Bieten Sie kontinuierliche Lernpfade an, die erworbene Fähigkeiten festigen, Übungsmöglichkeiten bieten und die Mitarbeiter dazu anregen, ihr Fachwissen zu vertiefen. Sorgfältig ausgewählte Inhalte tragen dazu bei, dass die Lernenden engagiert und motiviert bleiben, um sich weiterzuentwickeln.

  1. Mentoring und Feedback integrieren

Gehen Sie über traditionelle Schulungen hinaus und integrieren Sie Mentoring, Coaching und Belohnungen, um die kontinuierliche Entwicklung zu unterstützen. Plattformen für kontinuierliches Feedback ermutigen Mitarbeiter, ihre Fähigkeiten zu verbessern und ihre Fortschritte im Laufe der Zeit zu verfolgen.

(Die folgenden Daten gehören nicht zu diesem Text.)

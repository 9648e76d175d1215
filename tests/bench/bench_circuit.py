"""Benchmarks of the circuit (run: pytest tests/bench/bench_circuit.py -m bench -s).

They PRINT ratios against references measured in the same process; none is a
timed pass/fail test. Layouts are generated, invented ones
(:func:`circuit_builders.ladder`: a line of 5 m sections with two feeders
each, two boosters on one supply, gapped on both rails between districts).

1. One incremental change (a bridge on at a district gap, update, bridge off,
   update) on layouts of about 50, 500 and 5,000 nodes, each as a ratio to a
   full sparse re-solve of the same layout, and the 5,000-node change against
   the 50-node one. The port columns of the bridge are computed on the first
   change (one triangular solve each) and cached, as the engine's repeated
   crossings of the same gap would use them.
2. The fault map of a 500-section layout: seconds, and its ratio to one full
   solve of the same network.
3. The update cost on a 500-section layout with 0, 10, 100 and 300 active
   loads (one load moved per update), as ratios to the 0-load update and to a
   full solve of the same state.
4. The engine against ngspice's transient analysis of the same circuit: the
   electrical part of a reversing-loop scenario (``scenarios/balloon-solid.yaml``)
   with its first bridge as a switched resistance (a voltage-controlled switch
   closed while the engine's bridge stands), at a 10 us step over 1 s around the
   bridge, scaled to the scenario's duration (a fixed step costs the same each
   step); skipped where ngspice is not installed.
"""
from __future__ import annotations

import sys
import time
from pathlib import Path

import pytest

sys.path.insert(0, str(Path(__file__).resolve().parents[1]))

from circuit_builders import ladder  # noqa: E402
from sim.circuit import build_circuit  # noqa: E402
from sim.circuit.faultmap import fault_map  # noqa: E402

pytestmark = pytest.mark.bench


def _layout(target_nodes: int):
    n_sec = 2
    while True:
        scn = ladder(n_sec, length=5.0, boosters=2)
        c = build_circuit(scn, grid_m=1.0)
        if c.n_nodes >= target_nodes or n_sec > 10000:
            return scn, c
        n_sec = max(n_sec + 1, int(n_sec * target_nodes / c.n_nodes))


def _per_call_s(fn, min_time_s=0.3):
    fn()
    reps, t0 = 0, time.perf_counter()
    while True:
        fn()
        reps += 1
        dt = time.perf_counter() - t0
        if dt >= min_time_s and reps >= 5:
            return dt / reps


def test_bench_incremental_change_vs_full_resolve():
    results = {}
    for target in (50, 500, 5000):
        scn, c = _layout(target)
        gap = next(j.index for j in scn.track.joints if j.gaps == "both")

        def change():
            c.set_bridge("loco", gap, "both", 0.1)
            on = c.update()
            c.clear_bridge("loco")
            c.update()
            return on

        def full():
            c.set_bridge("loco", gap, "both", 0.1)
            c.solve()
            c.clear_bridge("loco")

        assert change().bridge_i_a["loco"] > 0.0
        t_inc = _per_call_s(change)
        t_full = _per_call_s(full)
        results[target] = (c.n_nodes, t_inc, t_full)
        print(f"\n{c.n_nodes:6d} nodes: incremental change {t_inc * 1e6:9.1f} us, "
              f"full re-solve {t_full * 1e6:9.1f} us, ratio incremental/full "
              f"{t_inc / t_full:.4f}")
    n50, n5k = results[50], results[5000]
    print(f"incremental change, {n5k[0]} nodes against {n50[0]} nodes: "
          f"ratio {n5k[1] / n50[1]:.2f} (target: at most 3)")


def test_bench_fault_map_500_sections():
    scn = ladder(500, length=5.0, boosters=10)
    t0 = time.perf_counter()
    fm = fault_map(scn, step_m=0.5)
    t_map = time.perf_counter() - t0
    c = build_circuit(scn, grid_m=0.5)
    t_solve = _per_call_s(c.solve, 0.5)
    print(f"\nfault map, 500 sections, {len(fm.points)} points, {c.n_nodes} nodes: "
          f"{t_map:.2f} s; one full solve {t_solve * 1e3:.2f} ms; ratio map/solve "
          f"{t_map / t_solve:.0f}")
    assert len(fm.rows) >= len(fm.points)


def test_bench_update_cost_with_many_active_loads():
    # 500 sections, 50 boosters on 10 supplies; n loads (30 ohm each, a train's
    # draw) at random places; one change = one load moved to a new random place,
    # then update(). Ratios to the 0-load change and to one full solve.
    import numpy as np

    scn = ladder(500, length=5.0, boosters=50, supplies=10)
    c = build_circuit(scn, grid_m=1.0)
    names = list(scn.track.sections)
    rng = np.random.default_rng(11)
    rows = {}
    for n_loads in (0, 10, 100, 300):
        for key in list(c.loads):
            c.clear_load(key)
        for i in range(n_loads):
            c.set_load(("ld", i), names[int(rng.integers(len(names)))],
                       float(rng.uniform(0.0, 5.0)), 30.0)
        c.update()

        def change():
            if n_loads:
                c.set_load(("ld", int(rng.integers(n_loads))), names[int(rng.integers(len(names)))],
                           float(rng.uniform(0.0, 5.0)), 30.0)
            return c.update()

        assert len(change().load_i_a) == n_loads
        t_upd = _per_call_s(change)
        t_full = _per_call_s(c.solve)
        rows[n_loads] = (t_upd, t_full)
    t0 = rows[0][0]
    print(f"\nupdate cost, 500 sections ({c.n_nodes} nodes), one load moved per update:")
    for n_loads, (t_upd, t_full) in rows.items():
        print(f"  {n_loads:3d} active loads: update {t_upd * 1e3:8.3f} ms, full solve "
              f"{t_full * 1e3:8.3f} ms; ratio to 0 loads {t_upd / t0:7.1f}, "
              f"ratio update/full {t_upd / t_full:.3f}")
    print(f"  re-factorings (folds) {c.rebases}, parts factored {c.parts_factored}")


def _bridge_of(scn):
    """The first bridge the engine places in a run of ``scn``: ``(t_on_s, t_off_s,
    joint_index, rail, r_ohm)`` (``t_off_s`` the end of the run if it stays)."""
    from unittest import mock

    from sim.world.engine import World

    seen: dict = {}
    place, lift = World.set_bridge, World.clear_bridge

    def on(world, key, joint_index, rail, r_ohm, path):
        if not seen:
            seen.update(key=key, t_on_s=world.env.now, joint=joint_index, rail=rail,
                        r_ohm=r_ohm)
        return place(world, key, joint_index, rail, r_ohm, path)

    def off(world, key):
        if seen.get("key") == key and "t_off_s" not in seen:
            seen["t_off_s"] = world.env.now
        return lift(world, key)

    with mock.patch.object(World, "set_bridge", on), \
            mock.patch.object(World, "clear_bridge", off):
        World(scn).run()
    return (seen["t_on_s"], seen.get("t_off_s", scn.duration_s), seen["joint"], seen["rail"],
            seen["r_ohm"])


def test_bench_engine_versus_ngspice_transient():
    # the electrical part of a reversing-loop scenario (scenarios/balloon-solid.yaml)
    # with its bridge as a switched resistance, in ngspice's transient analysis at a
    # 10 us step; the engine runs the whole scenario (devices, trains and all)
    import re
    import shutil
    import subprocess
    import tempfile

    from sim.circuit.spice import to_netlist
    from sim.scenario import load
    from sim.world import engine

    exe = shutil.which("ngspice")
    if exe is None:
        pytest.skip("ngspice not installed")
    scn = load(Path(__file__).resolve().parents[2] / "scenarios" / "balloon-solid.yaml")
    walls = []
    for _ in range(3):
        t0 = time.perf_counter()
        engine.run(scn)
        walls.append(time.perf_counter() - t0)
    t_engine = min(walls)
    t_on, t_off, joint, rail, r_ohm = _bridge_of(scn)
    c = build_circuit(scn)
    c.set_bridge("bench", joint, rail, r_ohm)
    text, probes = to_netlist(c)
    lines = text.splitlines()
    # the bridge's ammeter line is followed by its resistor: make that a switch
    # closed (r_ohm) from t_on to t_off, open (1 GOhm) otherwise
    span_s = 1.0                       # ngspice over 1 s around the bridge (below)
    t0_s = max(0.0, t_on - 0.5)
    for k in (("bridge", "bench", 0), ("bridge", "bench", 1)):
        if k not in probes:
            continue
        i = next(n for n, ln in enumerate(lines) if ln.startswith(probes[k] + " "))
        _, a, b, r = lines[i + 1].split()
        lines[i + 1] = f"S{k[2]}br {a} {b} ctl 0 swbr"
    lines.insert(1, f".model swbr sw(vt=0.5 vh=0.1 ron={r} roff=1e9)")
    lines.insert(1, f"Vctl ctl 0 PWL(0 0 {t_on - t0_s:.9g} 0 {t_on - t0_s + 1e-6:.9g} 1 "
                    f"{t_off - t0_s:.9g} 1 {t_off - t0_s + 1e-6:.9g} 0)")
    start = lines.index(".control")
    end = lines.index(".endc")
    lines[start:end + 1] = [".control", f"tran 10u {span_s} 0 10u", "print length(time)", ".endc"]
    with tempfile.TemporaryDirectory() as tmp:
        path = Path(tmp) / "tran.cir"
        path.write_text("\n".join(lines) + "\n")
        t0 = time.perf_counter()
        out = subprocess.run([exe, "-b", str(path)], capture_output=True, text=True,
                             timeout=1200, cwd=tmp)
        t_spice = time.perf_counter() - t0
    # (ngspice -b exits 1 after a .control block: "no simulations run" of the netlist's
    # own analyses; the transient ran when it printed the number of time points)
    points = re.search(r"length\(time\) = ([-+0-9.eE]+)", out.stdout)
    assert points, out.stdout[-2000:] + out.stderr[-2000:]
    per_s = t_spice / span_s
    t_spice_full = per_s * scn.duration_s
    print(f"\n[bench] reversing loop (balloon-solid, {scn.duration_s:g} s simulated, "
          f"{c.n_nodes} nodes, bridge {r_ohm:g} ohm from {t_on:.4f} s to {t_off:.4f} s): "
          f"engine {t_engine * 1e3:.1f} ms for the whole run; ngspice transient at 10 us "
          f"{t_spice:.2f} s for {span_s:g} s simulated ({float(points.group(1)):.0f} time "
          f"points), {t_spice_full:.0f} s for "
          f"{scn.duration_s:g} s at the same cost per simulated second (a fixed step "
          f"costs the same each step); ratio ngspice/engine = {t_spice_full / t_engine:,.0f}x "
          f"(target >= 1000x)")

  1. Das Ökosystem bewerten und anpassen

Bewerten Sie regelmäßig die Auswirkungen des Lernens, indem Sie dessen Anwendung auf die Leistung der Mitarbeiter und Verhaltensänderungen verfolgen. Nutzen Sie dieses Feedback, um Verbesserungsmöglichkeiten zu identifizieren und notwendige Anpassungen am Ökosystem vorzunehmen.

  1. Zeit für selbstgesteuertes Lernen einräumen

Stellen Sie Ressourcen bereit, die Mitarbeiterinnen und Mitarbeiter in eigenem Tempo und bei Bedarf nutzen können, um ihre Lernreise selbst in die Hand zu nehmen. Kombinieren Sie Möglichkeiten zum selbstgesteuerten Lernen mit Elementen der Zusammenarbeit und des Peer-Learnings.

  1. Fördern Sie einen positiven Lernkreislauf

Verstärken Sie das Lernen durch regelmäßige Herausforderungen, die die Mitarbeiter dazu anregen, ihr Wissen in neuen Kontexten anzuwenden. Dieser fortlaufende Kreislauf aus Lernen, Üben und Reflektieren treibt die kontinuierliche Verbesserung voran.

  1. Kontinuierlich iterieren und verbessern

Nutzen Sie die Erkenntnisse aus Bewertungen und Feedback, um die Lernumgebung iterativ zu gestalten und kontinuierlich zu verbessern. Sorgen Sie dafür, dass die Umgebung Anpassungen ermöglicht, wenn sich die geschäftlichen Anforderungen ändern, damit sich das Ökosystem im Laufe der Zeit weiterentwickelt und gleichzeitig seine Relevanz und Wirkung bewahrt.

Zusammenfassend lässt sich sagen, dass ein starkes Lern- und Leistungsökosystem das Wachstum der Organisation vorantreibt, indem es kontinuierliches Lernen, Zusammenarbeit und Innovation fördert. Es befähigt die Mitarbeiter, sich anzupassen und herausragende Leistungen zu erbringen, und richtet das Lernen auf die Unternehmensziele aus, um nachhaltigen Erfolg zu gewährleisten.